Miramau is a village in Khiron block of Rae Bareli district, Uttar Pradesh, India. It is located 14 km from Lalganj, the tehsil headquarters. As of 2011, it has a population of 1,057 people, in 228 households. It has 1 primary school, but has no formal healthcare facilities, weekly haat or permanent market. It belongs to the nyaya panchayat of Bhitargaon.

The 1951 census recorded Miramau (as "Maira Mau") as comprising 3 hamlets, with a total population of 449 people (238 male and 221 female), in 87 households and 81 physical houses. The area of the village was given as 231 acres. 25 residents were literate, 24 male and 1 female. The village was listed as belonging to the pargana of Khiron and the thana of Gurbakshganj.

The 1961 census recorded Miramau as comprising 3 hamlets, with a total population of 500 people (267 male and 233 female), in 105 households and 105 physical houses. The area of the village was given as 231 acres.

The 1981 census recorded Miramau (as "Meramau") as having a population of 642 people, in 137 households, and having an area of 92.27 hectares. The main staple foods were given as wheat and rice.

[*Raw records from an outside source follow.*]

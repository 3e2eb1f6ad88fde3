"""Station record checks and the fixed-date balance-year calendar."""

from __future__ import annotations

import numpy as np
import pandas as pd
import pytest

from firnline.errors import InputError
from firnline.forcing import build_forcing, read_station


def table(start="2016-10-01", end="2018-09-30", t=1.0, p=2.0):
    d = pd.date_range(start, end, freq="D")
    return pd.DataFrame({"date": d.strftime("%Y-%m-%d"), "temperature_c": str(t),
                         "precipitation_mm": str(p)})


def build(df, **kw):
    args = dict(source="st.csv", date_col="date", t_col="temperature_c", p_col="precipitation_mm",
                year_start="10-01", winter_end="04-30")
    args.update(kw)
    return build_forcing(df, **args)


def test_fixed_date_calendar():
    """Fixed-date system (Cogley et al. 2011, UNESCO-IHP glossary): year labelled by the year
    it ends in; winter 1 Oct - 30 Apr, summer 1 May - 30 Sep."""
    f = build(table())
    assert list(f.years) == [2017, 2018]
    assert f.n_days == 365 * 2
    i = f.day_index(pd.Timestamp("2017-04-30").date())
    assert f.winter[i] and not f.winter[i + 1]
    assert f.year_index[f.day_index(pd.Timestamp("2017-09-30").date())] == 0
    assert f.year_index[f.day_index(pd.Timestamp("2017-10-01").date())] == 1
    assert f.winter.sum() == 2 * 212


def test_partial_years_are_skipped_and_named():
    f = build(table("2016-11-15", "2019-03-01"))
    assert list(f.years) == [2018]
    assert any("2017" in n and "skipped" in n for n in f.notes)
    assert any("2019" in n and "skipped" in n for n in f.notes)


def test_no_complete_year():
    with pytest.raises(InputError, match="no complete balance year"):
        build(table("2017-01-01", "2017-06-30"))


@pytest.mark.parametrize("mutate,words", [
    (lambda df: df.drop(index=40), "no row for 2016-11-10"),
    (lambda df: pd.concat([df.iloc[:10], df.iloc[9:10], df.iloc[10:]]), "appears twice"),
    (lambda df: pd.concat([df.iloc[:10], df.iloc[11:12], df.iloc[10:11], df.iloc[12:]]), "sort the rows"),
    (lambda df: df.assign(temperature_c=df.temperature_c.where(df.index != 5, "")),
     "line 7 (2016-10-06): the temperature is empty"),
    (lambda df: df.assign(precipitation_mm=df.precipitation_mm.where(df.index != 5, "n/a")), "line 7"),
    (lambda df: df.assign(temperature_c="273.5"), "kelvin"),
    (lambda df: df.assign(temperature_c=df.temperature_c.where(df.index != 3, "55")), "outside -70..50"),
    (lambda df: df.assign(precipitation_mm=df.precipitation_mm.where(df.index != 8, "-1")), "negative"),
    (lambda df: df.assign(date=df.date.where(df.index != 2, "2016-13-01")), "line 4"),
])
def test_bad_records_name_the_line_or_date(mutate, words):
    df = mutate(table()).reset_index(drop=True)
    with pytest.raises(InputError, match=words.replace("(", r"\(").replace(")", r"\)")):
        build(df)


def test_missing_column_lists_the_columns(tmp_path):
    p = tmp_path / "st.csv"
    table().rename(columns={"temperature_c": "tmean"}).to_csv(p, index=False)
    with pytest.raises(InputError, match=r'no column "temperature_c".*"tmean"'):
        read_station(p, "date", "temperature_c", "precipitation_mm", "10-01", "04-30")
    f = read_station(p, "date", "tmean", "precipitation_mm", "10-01", "04-30")
    assert np.all(f.temperature_c == 1.0)


def test_clip_to_start_end():
    import datetime as dt
    f = build(table("2015-10-01", "2018-09-30"), start=dt.date(2016, 10, 1), end=dt.date(2017, 9, 30))
    assert list(f.years) == [2017]
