#[test]
fn steady_budgets_close_with_advection() {
    for (name, model) in cases() {
        let system = model.assemble().unwrap();
        assert!(!system.is_symmetric());
        let mut solver = system.default_solver().unwrap();
        *solver.options_mut() = SolveOptions::default()
            .tolerance(1e-12)
            .max_iterations(100_000);
        let mut x = system.initial_solution(10.0);
        let report = system
            .solve(&mut solver, &mut x, &mut Workspace::new())
            .unwrap();
        let budget = system.budget(&x).unwrap();
        let carried: Vec<_> = budget
            .lines
            .iter()
            .filter(|l| l.kind == FlowKind::Carried)
            .collect();
        assert!(
            carried.iter().any(|l| l.inflow > 0.0),
            "{name}: nothing carried in"
        );
        assert!(
            carried.iter().any(|l| l.outflow > 0.0),
            "{name}: nothing carried out"
        );
        let flows = model.advection().map_or(0.0, |(f, _)| total_flow(f));
        let d = budget.imbalance_percent();
        let bound = imbalance_bound(&budget, free_cells(system.operator()), &report, flows, &x);
        println!(
            "{name}: imbalance {d:.3e} % (bound {bound:.3e} %), {} iterations of {}, relative residual {:.2e}",
            report.iterations,
            report.method,
            report.relative_residual()
        );
        if name.starts_with("swirl, Upwind") {
            println!("{}", budget.table("W"));
        }
        assert!(d.abs() <= bound, "{name}: {d:e} % > {bound:e} %");
        assert!(d.abs() < 1e-8, "{name}: {d:e} %");
    }
}

#[test]
fn transient_budgets_close_with_advection_every_step() {
    for (name, model) in cases() {
        for (scheme, damped) in [
            (TimeScheme::BackwardEuler, 0),
            (TimeScheme::CrankNicolson, 2),
            (TimeScheme::CrankNicolson, 0),
        ] {
            let n = model.grid().cells();
            let initial = vec![10.0; n];
            let mut run = Stepper::with_default_solver(&model, scheme, 3600.0, 0.0, &initial)
                .unwrap()
                .damped_start(damped);
            *run.solver_mut().options_mut() = SolveOptions::default()
                .tolerance(1e-12)
                .max_iterations(100_000);
            let flows = model.advection().map_or(0.0, |(f, _)| total_flow(f));
            let mut worst = 0.0f64;
            for step in 0..4 {
                let report = run.step().unwrap();
                let budget = run.budget().unwrap();
                assert_eq!(budget.lines.last().map(|l| l.kind), Some(FlowKind::Storage));
                let d = budget.imbalance_percent();
                let bound = imbalance_bound(
                    &budget,
                    free_cells(run.operator()),
                    &report,
                    flows,
                    run.solution(),
                );
                assert!(
                    d.abs() <= bound,
                    "{name}, {scheme:?} (damped {damped}) step {step}: {d:e} % > {bound:e} %"
                );
                assert!(d.abs() < 1e-8, "{name}, {scheme:?} step {step}: {d:e} %");
                worst = worst.max(d.abs());
            }
            println!("{name}, {scheme:?} (damped {damped}): worst imbalance {worst:.3e} %");
        }
    }
}

/// A warm pulse carried by uniform flow along a channel, upwind, small conductivity: each
/// step's change of stored heat equals the step's net boundary flow times Δt (the budget, to
/// the residual bound), and while the pulse is far from both ends, nothing crosses them, so
/// the total heat stays constant to that bound and its centre moves at the carried velocity
/// `F·Δx/C` per unit time (an upwind scheme in conservation form keeps the first moment: the
/// diffusive part is symmetric and the carried part shifts it by `F` per cell; common
/// practice, shown by summing `x_k` times the rows).
#[test]
fn pulse_carried_by_uniform_flow_conserves_heat() {
    let cells = 240;
    let geometry = Geometry::new(
        Axis::uniform_cells(cells, 1.0).unwrap(),
        Axis::uniform_cells(1, 1.0).unwrap(),
        1.0,
    )
    .unwrap();
    let grid = geometry.grid();
    let rho_c = 2.5e6; // J/(m³·K), saturated sand (invented)
    let dt = 3600.0;
    let courant = 0.5;
    let f = courant * rho_c / dt; // W/K: the pulse moves half a cell per step
    let mut model = Model::new(geometry, Conductivity::isotropic(0.05)).unwrap();
    model.set_storage(Storage::per_volume(rho_c)).unwrap();
    let flows = FaceFlows::new(grid, vec![f; cells + 1], vec![0.0; 2 * cells]).unwrap();
    model.set_advection(flows, AdvectionScheme::Upwind).unwrap();
    model.inflow_value("clean inflow", Side::West, 0.0).unwrap();
    let initial: Vec<f64> = (0..cells)
        .map(|k| {
            let x = k as f64 + 0.5 - 50.0;
            30.0 * (-x * x / (2.0 * 16.0)).exp()
        })
        .collect();
    let heat = |x: &[f64]| x.iter().map(|v| rho_c * v).sum::<f64>();
    let centre = |x: &[f64]| {
        let w: f64 = x.iter().sum();
        x.iter()
            .enumerate()
            .map(|(k, v)| (k as f64 + 0.5) * v)
            .sum::<f64>()
            / w
    };
    let h0 = heat(&initial);
    let c0 = centre(&initial);
    let mut run =
        Stepper::with_default_solver(&model, TimeScheme::BackwardEuler, dt, 0.0, &initial).unwrap();
    *run.solver_mut().options_mut() = SolveOptions::default()
        .tolerance(1e-13)
        .max_iterations(100_000);
    let steps = 200;
    let mut drift_bound = 0.0;
    let mut before = heat(&initial);
    for step in 0..steps {
        let report = run.step().unwrap();
        let after = heat(run.solution());
        let budget = run.budget().unwrap();
        let outside = || budget.lines.iter().filter(|l| l.kind != FlowKind::Storage);
        let boundary: f64 = outside().map(|l| l.net()).sum();
        let crossing: f64 = outside().map(|l| l.inflow + l.outflow).sum();
        // Stored heat change against Δt × net boundary flow, to the residual bound.
        let scale = dt * (budget.total_in + budget.total_out) + before.abs() + after.abs();
        let bound =
            dt * (cells as f64).sqrt() * report.residual_norm + 8.0 * cells as f64 * EPS * scale;
        let change = after - before;
        assert!(
            (change - dt * boundary).abs() <= bound,
            "step {step}: stored {change:e} J, boundary × Δt {:e} J, bound {bound:e}",
            dt * boundary
        );
        // The heat may change by what crosses the ends (the pulse's far tails) plus the bound.
        drift_bound += bound + dt * crossing;
        before = after;
    }
    let x = run.solution();
    let moved = centre(x) - c0;
    let expected = f * dt * steps as f64 / rho_c; // m
    println!(
        "pulse: total heat {h0:.6e} J → {:.6e} J (relative change {:.2e}, bound {:.2e}); centre moved {moved:.6} m, carried velocity × time {expected:.6} m",
        heat(x),
        (heat(x) - h0) / h0,
        drift_bound / h0
    );
    assert!((heat(x) - h0).abs() <= drift_bound);
    assert!((heat(x) - h0).abs() / h0 < 1e-9);
    assert!((moved - expected).abs() < 1e-6 * expected);
}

The 1991 census recorded Miramau (as "Mera Mau") as having a total population of 955 people (485 male and 470 female), in 161 households and 161 physical houses. The area of the village was listed as 93 hectares. Members of the 0-6 age group numbered 190, or 20% of the total; this group was 45% male (86) and 55% female (104). Members of scheduled castes made up 46% of the village's population, while no members of scheduled tribes were recorded. The literacy rate of the village was 27% (182 men and 76 women). 484 people were classified as main workers (251 men and 233 women), while 0 people were classified as marginal workers; the remaining 471 residents were non-workers. The breakdown of main workers by employment category was as follows: 477 cultivators (i.e. people who owned or leased their own land); 3 agricultural labourers (i.e. people who worked someone else's land in return for payment); 0 workers in livestock, forestry, fishing, hunting, plantations, orchards, etc.; 0 in mining and quarrying; 0 household industry workers; 0 workers employed in other manufacturing, processing, service, and repair roles; 0 construction workers; 0 employed in trade and commerce; 0 employed in transport, storage, and communications; and 4 in other services.